Pour l'heure, les marchés, ne voyant pas de solidarité européenne, ne sont pas rassurés. La crise poursuit sa contagion. Après la Grèce, le Portugal, l'Espagne et l'Italie, depuis quelques jours, les craintes se font grandissantes sur la France, qui emprunte à des taux de plus en plus élevés.
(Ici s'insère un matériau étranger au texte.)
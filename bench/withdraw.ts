// Benchmark of the undo actions on a large upload (issue 8: "no main-thread call may block on SQLite for more than a
// few ms"): the seeded bench log is stored through the upload API of a real server process, then withdrawn,
// restored and re-read while a probe asks GET /api/health every few milliseconds from this process. Each action
// reports how long its request took and the longest /api/health answer meanwhile (the time the server's event
// loop could not answer). Run through bench/run.ts (`npm run bench -- --only withdraw`) or alone:
//   node_modules/.bin/tsx bench/withdraw.ts [rows]
import { spawn } from "node:child_process";
import { mkdtempSync, openAsBlob, rmSync } from "node:fs";
import { loadavg, tmpdir } from "node:os";
import { dirname, join } from "node:path";
import { fileURLToPath } from "node:url";
import { benchLog, freePort, peakRssMb, signInAsLead, waitForHealth } from "./ingest.ts";
import { serverCommand } from "../scripts/server-bundle.mjs";

const root = join(dirname(fileURLToPath(import.meta.url)), "..");
const serverDir = join(root, "apps/server");
const PASSWORD = "bench-password-1";
const SITE = { latitude: -27.42, longitude: -70.15, elevationM: 2650 };
const MONITOR = { apertureMm: 60, baselineMm: 200, wavelengthNm: 500, response: "z-tilt" as const };
/** Pause between two health requests of the probe. */
const PROBE_PAUSE_MS = 5;

interface ProbeFigures {
  requests: number;
  maxMs: number;
}

/** Asks /api/health one request after another (PROBE_PAUSE_MS apart) until stopped; the longest answer is the server's longest stall. */
function startProbe(base: string): { stop: () => Promise<ProbeFigures> } {
  let running = true;
  let maxMs = 0;
  let requests = 0;
  const loop = (async () => {
    while (running) {
      const startedMs = performance.now();
      const response = await fetch(`${base}/api/health`);
      await response.arrayBuffer();
      maxMs = Math.max(maxMs, performance.now() - startedMs);
      requests += 1;
      await new Promise((resolve) => setTimeout(resolve, PROBE_PAUSE_MS));
    }
  })();
  return {
    stop: async () => {
      running = false;
      await loop;
      return { requests, maxMs };
    },
  };
}

export async function run({ rows }: { rows: number; runs?: number }): Promise<Record<string, number | string>> {
  const logPath = await benchLog(rows);
  const dataDir = mkdtempSync(join(tmpdir(), "calmcrest-bench-withdraw-"));
  const port = await freePort();
  const base = `http://127.0.0.1:${port}`;
  const server = spawn(process.execPath, serverCommand().args, {
    cwd: serverDir,
    env: { ...process.env, PORT: String(port), HOST: "127.0.0.1", CALMCREST_DATA_DIR: dataDir, CALMCREST_SEED: "users", DEMO_PASSWORD: PASSWORD, NODE_ENV: "development" },
    stdio: ["ignore", "ignore", "inherit"],
  });
  try {
    await waitForHealth(base, server, 30_000);
    const { headers, postJson } = await signInAsLead(base, PASSWORD);
    const site = await postJson("/api/sites", { name: "Withdrawal Ridge", ...SITE });
    const campaign = await postJson(`/api/sites/${site.id}/campaigns`, { name: "Withdrawal campaign", monitor: MONITOR });
    const waitDone = async (uploadId: number) => {
      for (;;) {
        const status = (await (await fetch(`${base}/api/uploads/${uploadId}`, { headers })).json()) as { status: string; samples: { accepted: number }; error: string | null };
        if (status.status === "done") return status;
        if (status.status !== "queued" && status.status !== "ingesting") throw new Error(`ingest ended ${status.status}: ${status.error ?? ""}`);
        await new Promise((resolve) => setTimeout(resolve, 50));
      }
    };
    const form = new FormData();
    form.append("file", await openAsBlob(logPath), "bench.csv");
    const posted = await fetch(`${base}/api/campaigns/${campaign.id}/uploads`, { method: "POST", headers, body: form });
    if (posted.status !== 202) throw new Error(`upload: ${posted.status} ${await posted.text()}`);
    const { upload } = (await posted.json()) as { upload: { id: number } };
    const stored = await waitDone(upload.id);

    /** One undo action with the probe running: its request time and the longest health answer meanwhile. */
    const timed = async (path: string, body: unknown, expected: number) => {
      await new Promise((resolve) => setTimeout(resolve, 300));
      const probe = startProbe(base);
      await new Promise((resolve) => setTimeout(resolve, 50));
      const startedMs = performance.now();
      const response = await fetch(`${base}${path}`, { method: "POST", headers: { ...headers, "Content-Type": "application/json" }, body: JSON.stringify(body) });
      const text = await response.text();
      const requestMs = performance.now() - startedMs;
      await new Promise((resolve) => setTimeout(resolve, 50));
      const figures = await probe.stop();
      if (response.status !== expected) throw new Error(`${path}: ${response.status} ${text}`);
      return { requestMs, healthMaxMs: figures.maxMs, healthRequests: figures.requests, body: text };
    };
    const withdrawn = await timed(`/api/uploads/${upload.id}/withdraw`, { reason: "bench: withdraw" }, 200);
    const restored = await timed(`/api/uploads/${upload.id}/restore`, { reason: "bench: restore" }, 200);
    const reread = await timed(`/api/uploads/${upload.id}/reread`, { reason: "bench: re-read" }, 202);
    const rereadId = (JSON.parse(reread.body) as { upload: { id: number } }).upload.id;
    await waitDone(rereadId);
    const round = (value: number) => Math.round(value * 10) / 10;
    return {
      // Other work on the machine lengthens every figure: the 1-minute load average when the actions ended.
      loadAverage1m: round(loadavg()[0] ?? Number.NaN),
      withdrawSamples: stored.samples.accepted,
      withdrawRequestMs: round(withdrawn.requestMs),
      withdrawHealthMaxMs: round(withdrawn.healthMaxMs),
      withdrawHealthRequests: withdrawn.healthRequests,
      restoreRequestMs: round(restored.requestMs),
      restoreHealthMaxMs: round(restored.healthMaxMs),
      rereadRequestMs: round(reread.requestMs),
      rereadHealthMaxMs: round(reread.healthMaxMs),
      serverPeakRssMb: Math.round(peakRssMb(server.pid ?? 0)),
    };
  } finally {
    server.kill("SIGTERM");
    await new Promise((resolve) => server.once("exit", resolve));
    rmSync(dataDir, { recursive: true, force: true });
  }
}

if (process.argv[1] && fileURLToPath(import.meta.url) === process.argv[1]) {
  const rows = Number(process.argv[2] ?? 1_000_000);
  console.log(await run({ rows }));
}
Mais pour Sabine Lebayon, l'Allemagne est consciente des conséquences de ce blocage : "la preuve, ils ont fait beaucoup de compromis, notamment sur le FESF. Quand ils sont au pied du mur, quand la situation devient de plus en plus compliquée comme aujourd'hui, il y a de plus fortes possibilités pour que l'Allemagne accepte des avancées." Pour Hans Stark, chercheur à l'Ifri, "il ne faut pas penser que seule l'Allemagne bloque, puisque d'autres pays sont d'accord avec elle : les Pays-Bas, la Finlande, la Slovaquie... C'est un blocage interne qui dépasse le seul couple franco-allemand".
Un blocage pourrait être rapidement dépassé : mercredi, l'Allemagne n'a pas réussi à placer sur le marché la totalité des obligations d'Etat qu'elle désirait émettre.